Removal of the Existing Paint
For any such sample trials we advise that an area equal or greater than a sheet of A4 paper is identified and marked out. Using a trowel apply at least 3 mm of paint remover at one end and let it run out to nothing at the other end. Cover half the control area with film (e.g. Pallet wrap, cling film etc) note date, time and temperature and check the test area at different intervals to determine the optimum application time and the products open time. If the product does not deliver the desired result, further test applications will be necessary to establish the likely number of applications. The removal of the dissolved coatings should always be done at the optimal dissolving point. The longer the treated coatings remain on the substrate, the more difficult it will be to wash them off. The removal of the paint (for the trials) will be best served by simply scraping the paint off with a flat bladed scraper/knife. If you are working externally and also looking to remove biological materials or staining, D/2 Biological Solution is a good option to consider for removing mould, algae or pollutant staining.

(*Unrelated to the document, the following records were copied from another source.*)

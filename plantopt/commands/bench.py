"""``plantopt bench solvers|scale|sweep``: benchmark tables (speed targets live here, not in tests)."""

from __future__ import annotations

import argparse
import importlib

from plantopt.commands.common import EXIT_BAD_INPUT

BENCHES = {"solvers": "plantopt.bench.solvers", "scale": "plantopt.bench.scale", "sweep": "plantopt.bench.sweep"}


def add_parser(sub) -> None:
    b = sub.add_parser("bench", help="benchmarks: solvers, scale, sweep (each prints a table)")
    b.add_argument("which", choices=sorted(BENCHES))
    b.add_argument("rest", nargs=argparse.REMAINDER, help="options of that benchmark (see 'plantopt bench NAME --help')")


def run(args: argparse.Namespace) -> int:
    try:
        mod = importlib.import_module(BENCHES[args.which])
    except ModuleNotFoundError:
        print(f"plantopt: benchmark {args.which!r} is not available in this version")
        return EXIT_BAD_INPUT
    return int(mod.main(args.rest) or 0)
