"""``plantopt simulate``: the steady state at the decisions' base values."""

from __future__ import annotations

import argparse

from plantopt.commands.common import EXIT_NOT_SOLVED, EXIT_OK, check_outputs, parse_sets


def add_parser(sub) -> None:
    s = sub.add_parser("simulate", help="solve the steady state with decisions at their base values")
    s.add_argument("flowsheet")
    s.add_argument("--set", action="append", metavar="PATH=VALUE", help="override an input (see 'plantopt inputs')")
    s.add_argument("--json", metavar="FILE", help="write the result as JSON")
    s.add_argument("--quiet", action="store_true", help="print only the status line")


def run(args: argparse.Namespace) -> int:
    from plantopt.flowsheet import load_flowsheet
    from plantopt.reports.io import write_json
    from plantopt.reports.text import render_run
    from plantopt.studies.simulate import simulate

    sets = parse_sets(args.set)
    check_outputs((args.json, "--json"))
    fs = load_flowsheet(args.flowsheet)
    fs.with_overrides(sets)  # every --set checked, alone and together, before any solve
    result = simulate(fs, overrides=sets)
    if args.json:
        write_json(args.json, result)
    print(f"status: {result.status}; profit {result.objective.value:,.2f} {result.objective.unit}" if args.quiet else render_run(result))
    return EXIT_OK if result.status == "converged" else EXIT_NOT_SOLVED
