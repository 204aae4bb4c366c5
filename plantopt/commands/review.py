"""``plantopt review``: current against proposed operating point, for a change request."""

from __future__ import annotations

import argparse

from plantopt.commands.common import check_outputs, EXIT_NOT_SOLVED, EXIT_OK


def add_parser(sub) -> None:
    r = sub.add_parser("review", help="review a change of operating point: margins now and after, moves, a safe move plan")
    r.add_argument("flowsheet")
    r.add_argument("--current", metavar="FILE", help="present point: TOML or CSV of path/value/unit, or a result JSON "
                   "(default: the flowsheet's base values)")
    r.add_argument("--proposed", metavar="FILE", required=True, help="proposed point: an 'optimize --json' result or a point file")
    r.add_argument("--near", type=float, default=None, metavar="FRACTION",
                   help="near-active band as a fraction of each limit's scale (default 0.05)")
    r.add_argument("--steps", type=int, default=None, metavar="N", help="intermediate points checked on the ramp (default 4)")
    r.add_argument("--html", metavar="FILE", help="write the self-contained HTML report")
    r.add_argument("--json", metavar="FILE", help="write the review as JSON")


def run(args: argparse.Namespace) -> int:
    from plantopt.reports.html import write_html
    from plantopt.reports.io import write_json
    from plantopt.reports.review_text import render_review
    from plantopt.studies.review import DEFAULT_NEAR, DEFAULT_STEPS, review_files

    check_outputs((args.json, "--json"), (args.html, "--html"))
    _, result = review_files(args.flowsheet, args.proposed, args.current,
                             near=DEFAULT_NEAR if args.near is None else args.near,
                             steps=DEFAULT_STEPS if args.steps is None else args.steps)
    if args.json:
        write_json(args.json, result)
    if args.html:
        write_html(args.html, result)
    print(render_review(result))
    return EXIT_OK if result.status == "clear" else EXIT_NOT_SOLVED
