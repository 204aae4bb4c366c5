"""Small helpers shared by the command modules (argument parsing only)."""

from __future__ import annotations

from typing import Sequence

from plantopt.errors import InputError, InputErrors

EXIT_OK, EXIT_NOT_SOLVED, EXIT_BAD_INPUT = 0, 1, 2


def parse_sets(items: Sequence[str] | None, option: str = "--set") -> dict[str, str]:
    """``PATH=VALUE`` strings to a dict; every malformed item is reported."""
    out: dict[str, str] = {}
    errors = []
    for item in items or []:
        path, sep, value = item.partition("=")
        if not sep or not path.strip() or not value.strip():
            errors.append(InputError("<command line>", option, f"expected PATH=VALUE, got {item!r}"))
            continue
        out[path.strip()] = value.strip()
    if errors:
        raise InputErrors(errors)
    return out


def check_outputs(*pairs: tuple[str | None, str]) -> None:
    """Refuse output paths that cannot be written, before any work is done.

    Parameters
    ----------
    pairs : (path or None, option name)
        Each output the command was asked to write, e.g. ``(args.json, "--json")``.

    Raises
    ------
    InputErrors
        One error per unusable path: its folder is missing or not writable,
        or the path is a folder. Checking first means a long solve is never
        thrown away because its result had nowhere to go; the tool writes
        only to the paths given here (file names never come from the input).
    """
    import os
    from pathlib import Path

    errors = []
    seen: dict[str, str] = {}
    for path, option in pairs:
        if not path:
            continue
        p = Path(path)
        folder = p.parent if str(p.parent) else Path(".")
        key = os.path.abspath(p)
        if key in seen:
            errors.append(InputError(str(path), option, f"the same file is also given to {seen[key]}; each output needs its own file"))
            continue
        seen[key] = option
        if p.is_dir():
            errors.append(InputError(str(path), option, "is a folder, expected a file name to write"))
        elif not folder.is_dir():
            errors.append(InputError(str(path), option, f"folder {str(folder)!r} does not exist"))
        elif not os.access(folder, os.W_OK | os.X_OK):
            errors.append(InputError(str(path), option, f"folder {str(folder)!r} is not writable"))
        elif p.exists() and not os.access(p, os.W_OK):
            errors.append(InputError(str(path), option, "exists and is not writable"))
    if errors:
        raise InputErrors(errors)


def check_input_file(path: str | None, option: str) -> None:
    """A file the command will read later (e.g. ``--from``) exists and is within the size limit."""
    if not path:
        return
    from plantopt.flowsheet import read_input_bytes

    read_input_bytes(path, what=f"a file for {option}")


def check_warm_start_file(path: str | None, option: str = "--from") -> None:
    """An earlier result used as a warm start is readable, within the size limit, and has the right shape.

    Only the shape is checked here (numbers where numbers belong, names where
    names belong); matching its variables to the flowsheet is the warm
    start's own business. A hand-edited or truncated file is refused with
    the field named instead of failing inside the solver set-up.

    Raises
    ------
    InputErrors
    """
    if not path:
        return
    import json
    import math

    from plantopt.flowsheet import describe_value, read_input_bytes

    raw = read_input_bytes(path, what=f"a result JSON for {option}")
    try:
        data = json.loads(raw.decode("utf-8"))
    except (UnicodeDecodeError, json.JSONDecodeError, RecursionError) as exc:
        raise InputErrors([InputError(str(path), "", f"not a readable result JSON ({exc})")]) from None
    ws = data.get("warm_start") if isinstance(data, dict) else None
    if not isinstance(ws, dict):
        raise InputErrors([InputError(str(path), "warm_start", "missing: the file is not a result written by 'plantopt optimize --json'")])
    errors = []

    def number(v) -> bool:
        return v is None or (isinstance(v, (int, float)) and not isinstance(v, bool) and not math.isnan(float(v)))

    for key, kind, required in (("x", "numbers", True), ("x_paths", "names", True), ("lam_g", "numbers", False),
                                ("lam_x", "numbers", False), ("g_names", "names", False)):
        v = ws.get(key)
        if v is None and not required:
            continue
        ok = isinstance(v, list) and all(number(e) if kind == "numbers" else isinstance(e, str) for e in v)
        if not ok:
            errors.append(InputError(str(path), f"warm_start.{key}", f"expected a list of {kind}, got {describe_value(v)}"))
    if isinstance(ws.get("x"), list) and isinstance(ws.get("x_paths"), list) and len(ws["x"]) != len(ws["x_paths"]):
        errors.append(InputError(str(path), "warm_start.x", f"has {len(ws['x'])} values for {len(ws['x_paths'])} names in x_paths"))
    if ws.get("radius") is not None and not (number(ws["radius"]) and float(ws["radius"]) > 0):
        errors.append(InputError(str(path), "warm_start.radius", f"expected a positive number, got {describe_value(ws['radius'])}"))
    if errors:
        raise InputErrors(errors)
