"""Small helpers shared by the command modules (argument parsing only)."""

from __future__ import annotations

from typing import Sequence

from plantopt.errors import InputError, InputErrors

EXIT_OK, EXIT_NOT_SOLVED, EXIT_BAD_INPUT = 0, 1, 2


def parse_sets(items: Sequence[str] | None, option: str = "--set") -> dict[str, str]:
    """``PATH=VALUE`` strings to a dict; every malformed item is reported."""
    out: dict[str, str] = {}
    errors = []
    for item in items or []:
        path, sep, value = item.partition("=")
        if not sep or not path.strip() or not value.strip():
            errors.append(InputError("<command line>", option, f"expected PATH=VALUE, got {item!r}"))
            continue
        out[path.strip()] = value.strip()
    if errors:
        raise InputErrors(errors)
    return out
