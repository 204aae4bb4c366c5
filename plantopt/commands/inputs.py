"""``plantopt inputs``: every addressable input of a flowsheet."""

from __future__ import annotations

import argparse

from plantopt.commands.common import EXIT_OK, check_outputs


def add_parser(sub) -> None:
    i = sub.add_parser("inputs", help="list every addressable input of a flowsheet")
    i.add_argument("flowsheet")
    i.add_argument("--json", metavar="FILE", help="write the list as JSON")


def run(args: argparse.Namespace) -> int:
    from plantopt.flowsheet import input_rows, load_flowsheet
    from plantopt.reports.io import write_json
    from plantopt.reports.text import render_inputs

    check_outputs((args.json, "--json"))
    fs = load_flowsheet(args.flowsheet)
    rows = input_rows(fs)
    print(render_inputs(rows))
    if args.json:
        write_json(args.json, {"flowsheet": fs.file, "inputs": rows})
    return EXIT_OK
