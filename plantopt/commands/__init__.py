"""One module per CLI command: ``add_parser(subparsers)`` and ``run(args) -> exit code``.

A command only parses, calls the library and prints. Adding a command means
adding a module here and its name to :data:`COMMANDS`.
"""

COMMANDS = ["simulate", "optimize", "inputs", "sweep", "review", "bench"]
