"""``plantopt sweep``: re-optimize over a line, grid or scenario list of inputs."""

from __future__ import annotations

import argparse

from plantopt.commands.common import EXIT_NOT_SOLVED, EXIT_OK, parse_sets


def add_parser(sub) -> None:
    s = sub.add_parser("sweep", help="what-if study: re-optimize over a line, grid or scenarios of input values")
    s.add_argument("flowsheet")
    s.add_argument("--vary", action="append", metavar="PATH=START:STOP:N[:UNIT]",
                   help="vary an input over N evenly spaced values (once: a line; twice: a grid)")
    s.add_argument("--scenarios", metavar="FILE.csv", help="CSV whose columns are input addresses, one scenario per row")
    s.add_argument("--out", required=True, metavar="FILE.csv|FILE.parquet",
                   help="results table (rewritten as points finish; a rerun skips finished points)")
    s.add_argument("--plot", metavar="FILE.png|FILE.svg", help="plot profit, decisions and active-set regions")
    s.add_argument("--workers", type=int, metavar="N", help="solve on N local processes")
    s.add_argument("--cluster", metavar="ADDRESS", help="solve on a Dask distributed cluster (scheduler address)")
    s.add_argument("--solver", choices=["sqp", "ipopt"], default="sqp")
    s.add_argument("--set", action="append", metavar="PATH=VALUE", help="override an input at every point")
    s.add_argument("--cold", action="store_true", help="solve every point from a cold start (no continuation)")
    s.add_argument("--chain-length", type=int, default=None, metavar="N",
                   help="cold restart every N points along an axis (default 10; 0: never)")
    s.add_argument("--predict", action="store_true",
                   help="move each warm start along the neighbour's KKT sensitivity before solving")
    s.add_argument("--no-bisect", action="store_true", help="do not locate active-set breakpoints")
    s.add_argument("--bisect-tol", type=float, default=None, metavar="FRACTION",
                   help="breakpoint tolerance as a fraction of the grid step (default 1e-3)")
    s.add_argument("--quiet", action="store_true", help="no progress bar")


def run(args: argparse.Namespace) -> int:
    from plantopt.errors import InputError
    from plantopt.flowsheet import load_flowsheet
    from plantopt.reports.table import render_sweep_summary
    from plantopt.studies import sweep as S

    sets = parse_sets(args.set)
    S.check_output_path(args.out, "--out", (".csv", ".parquet"))
    if args.plot:
        S.check_output_path(args.plot, "--plot", (".png", ".svg", ".pdf"))
    if args.bisect_tol is not None and not (0 < args.bisect_tol < 1):
        raise InputError("<command line>", "--bisect-tol", f"expected a fraction between 0 and 1, got {args.bisect_tol}")
    fs = load_flowsheet(args.flowsheet)
    chain = S.DEFAULT_CHAIN_LENGTH if args.chain_length is None else (args.chain_length or None)
    kw = dict(vary=args.vary, scenarios=args.scenarios, overrides=sets, solver=args.solver, out=args.out,
              warm=not args.cold, chain_length=chain, predict=args.predict, bisect=not args.no_bisect,
              bisect_tol=args.bisect_tol if args.bisect_tol is not None else S.DEFAULT_BISECT_TOL)
    with S.executor_for(args.workers, args.cluster) as ex:
        if args.quiet:
            result = S.run_sweep(fs, executor=ex, **kw)
        else:
            from rich.progress import BarColumn, MofNCompleteColumn, Progress, TextColumn, TimeRemainingColumn

            with Progress(TextColumn("sweep"), BarColumn(), MofNCompleteColumn(), TextColumn("{task.fields[last]}"),
                          TimeRemainingColumn(), transient=True) as bar:
                task = bar.add_task("sweep", total=None, last="")
                result = S.run_sweep(fs, executor=ex, progress=lambda d, t, rec: bar.update(
                    task, completed=d, total=t, last=str(rec.get("status", ""))), **kw)
    if args.plot:
        from plantopt.reports.plots import plot_sweep

        plot_sweep(result, args.plot, title=fs.name)
    print(render_sweep_summary(result, out=args.out, plot=args.plot))
    return EXIT_OK if result.n_optimal == len(result.rows) else EXIT_NOT_SOLVED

Once the paint coatings have been removed the surfaces MUST be washed with the addition of Powerfluid at the dilution of 1: 10 preferably with warm water, using a scrubbing brush or a sponge, once washed with the Powerfluid the same surfaces should be rinsed with clear water: Powerfluid is a detergent cleaner used after paint removal to help neutralise the chemicals. The above process is exactly the same for any of the Scheidel paint strippers being tested.
With regards to the actual consumption of the paint remover this will come down to a calculated guess from interpreting the results as finished. Alternatively, following the initial trials it may be worth considering conducting additional trials using the selected product at the optimum thickness to establish a better idea for consumption.
The information provided by Cornish Lime is for informational purposes only and does not amount to a specification. Every project is unique, so please consult a professional before undertaking a project. Use of this site and reliance on any information on the site is solely at your own risk.